An analysis of interrupt behavior (was: Re: 6293LowSpaceWatcherFix-dtl considered harmful)

Tim Rowledge tim at sumeru.stanford.edu
Fri Apr 1 06:50:14 UTC 2005


Andreas Raab <andreas.raab at gmx.de> wrote:

> Yes. Easily so. The "major safeguard" that Tim referred to is actually a
Not me so far as I can tell...

> If this is really the problem, then the only true solution I can see is 
> to modify the VM so that we have enough information available to figure 
> out what the preempted process was at the time that particular signal 
> (user interrupt or low space) happened[***]. Note that the information 
> might be indirect - if, for example, we could measure how long a process 
> was running *without* giving up control to a lower priority process 
> (e.g., actively yielding or waiting on a semaphore) this should already 
> be enough to identify the "right" guy to interrupt.
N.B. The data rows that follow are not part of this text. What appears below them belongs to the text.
"""What ingest hands on: measurements with their evidence, day by day, and what it found."""

from __future__ import annotations

from dataclasses import dataclass
from datetime import date
from typing import Literal

from recon.declare.site import Use
from recon.findings import Finding
from recon.reconcile.problem import Draw, Measurement, Problem


@dataclass(frozen=True, kw_only=True)
class Correction:
    """
    What one approved decision did to one measurement, in the measurement's canonical unit.

    Attributes
    ----------
    decision, kind, reason, by : str
        As decided; ``kind`` is ``set aside``, ``corrected reading``, ``override`` or ``held``.
    before, after : float or None
        Value before and after this decision; ``after`` is None where it was set aside, ``before``
        where there was no reading.
    """

    decision: str
    kind: str
    before: float | None
    after: float | None
    reason: str = ""
    by: str = ""


@dataclass(frozen=True, kw_only=True)
class Measured:
    """
    One measurement with where it comes from.

    Attributes
    ----------
    measurement : Measurement
        Its ``period`` is the day's place in the month, 1-based; a stock's boundary is in its
        parts.
    tag : str
        Instrument.
    day : date
        Plant day; for a stock, the day it closes, or the first day with ``boundary = "opening"``.
    stream, node, quantity, basis
        What it is of.
    use : str
        ``compare`` measurements are not in the problem.
    estimated : bool
        Stands in for a value not yet known, by a declared rule.
    stage : str
        Stage of the value that counts; "" where there is one only.
    raw : float or None
        Before the conversion chain [raw_unit]: wet tonnes, pulp volume, ...; and ``moisture``
        [1] where the chain had one.
    coverage : float
        Covered share of running time [-]; 1 for documents.
    evidence : tuple of str
        Natural keys of records, or chunk digests of readings.
    rolled_hours : float
        For a survey: how far it was rolled to the cut [h], signed. Beyond the place's roll limit
        the stock counts as *by difference* in what is signed.
    corrections : tuple of Correction
        Approved decisions that touched it, in the order applied; ``measurement.value`` is what
        the last one left, or what was read where all it did was to set it aside.
    set_aside : bool
        By decision: kept here for the bridge, not in the problem and not in what is signed.
    """

    measurement: Measurement
    tag: str
    day: date
    quantity: str
    basis: Literal["amount", "fraction"]
    use: Use
    stream: str | None = None
    node: str | None = None
    boundary: Literal["", "opening", "closing"] = ""
    estimated: bool = False
    stage: str = ""
    raw: float | None = None
    raw_unit: str = ""
    moisture: float | None = None
    coverage: float = 1.0
    evidence: tuple[str, ...] = ()
    rolled_hours: float = 0.0
    corrections: tuple[Correction, ...] = ()
    set_aside: bool = False


@dataclass(frozen=True, kw_only=True)
class Recipe:
    """
    How a measurement's independent ``u`` was formed: ``hypot(fixed, slope x reference)``.

    Attributes
    ----------
    name, period
        Of the measurement.
    tag : str
        Instrument; all its measurements of a month have one reference.
    fixed : float
        Part that does not depend on the reference [t or 1].
    slope, size : float
        Relative part, and typical size of this reading, per unit of reference [-].
    provisional : bool
        Too few running days are known: ``recon.ingest.build.with_references`` replaces it once by
        the fitted value of a first pass.
    """

    name: str
    period: int
    tag: str
    fixed: float
    slope: float
    size: float
    provisional: bool


@dataclass(frozen=True, kw_only=True)
class IngestedMonth:
    """
    A month to date, ready to be reconciled.

    Attributes
    ----------
    days : tuple of date
        Period p of the problem is ``days[p - 1]``.
    problem : Problem
        Holds the ``fit`` and ``held`` measurements.
    measured : tuple of Measured
        Every measurement, those compared only included.
    findings : tuple of Finding
    not_running : tuple of (date, str)
        Streams that stood all day: amounts zero, assays set aside with a finding.
    recipes : tuple of Recipe
        One a measurement: how its ``u`` came about.
    draws : tuple of Draw or None
        What the effects of ``measured`` index; None where that is ``problem.draws``.
    """

    days: tuple[date, ...]
    problem: Problem
    measured: tuple[Measured, ...]
    findings: tuple[Finding, ...]
    not_running: tuple[tuple[date, str], ...] = ()
    recipes: tuple[Recipe, ...] = ()
    draws: tuple[Draw, ...] | None = None

    @property
    def all_draws(self) -> tuple[Draw, ...]:
        """What the effects of ``measured`` index, those of compared readings included."""
        return self.problem.draws if self.draws is None else self.draws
Well we know the active context of course and for a little more work we know
the active process, so the info is there.
The amusing part is that the semaphore used for low space has the lowspace
process on its list and we remove it as part of signalling. Maybe if we stuck
the active process on the end as some 'helpful context' it would make life
simpler. Or a subclass of Semaphore with a more explicit ivar(s) if we want to
reduce confusion potential.

tim
--
Tim Rowledge, tim at sumeru.stanford.edu, http://sumeru.stanford.edu/tim
The colder the X-ray table, the more of your body is required on it.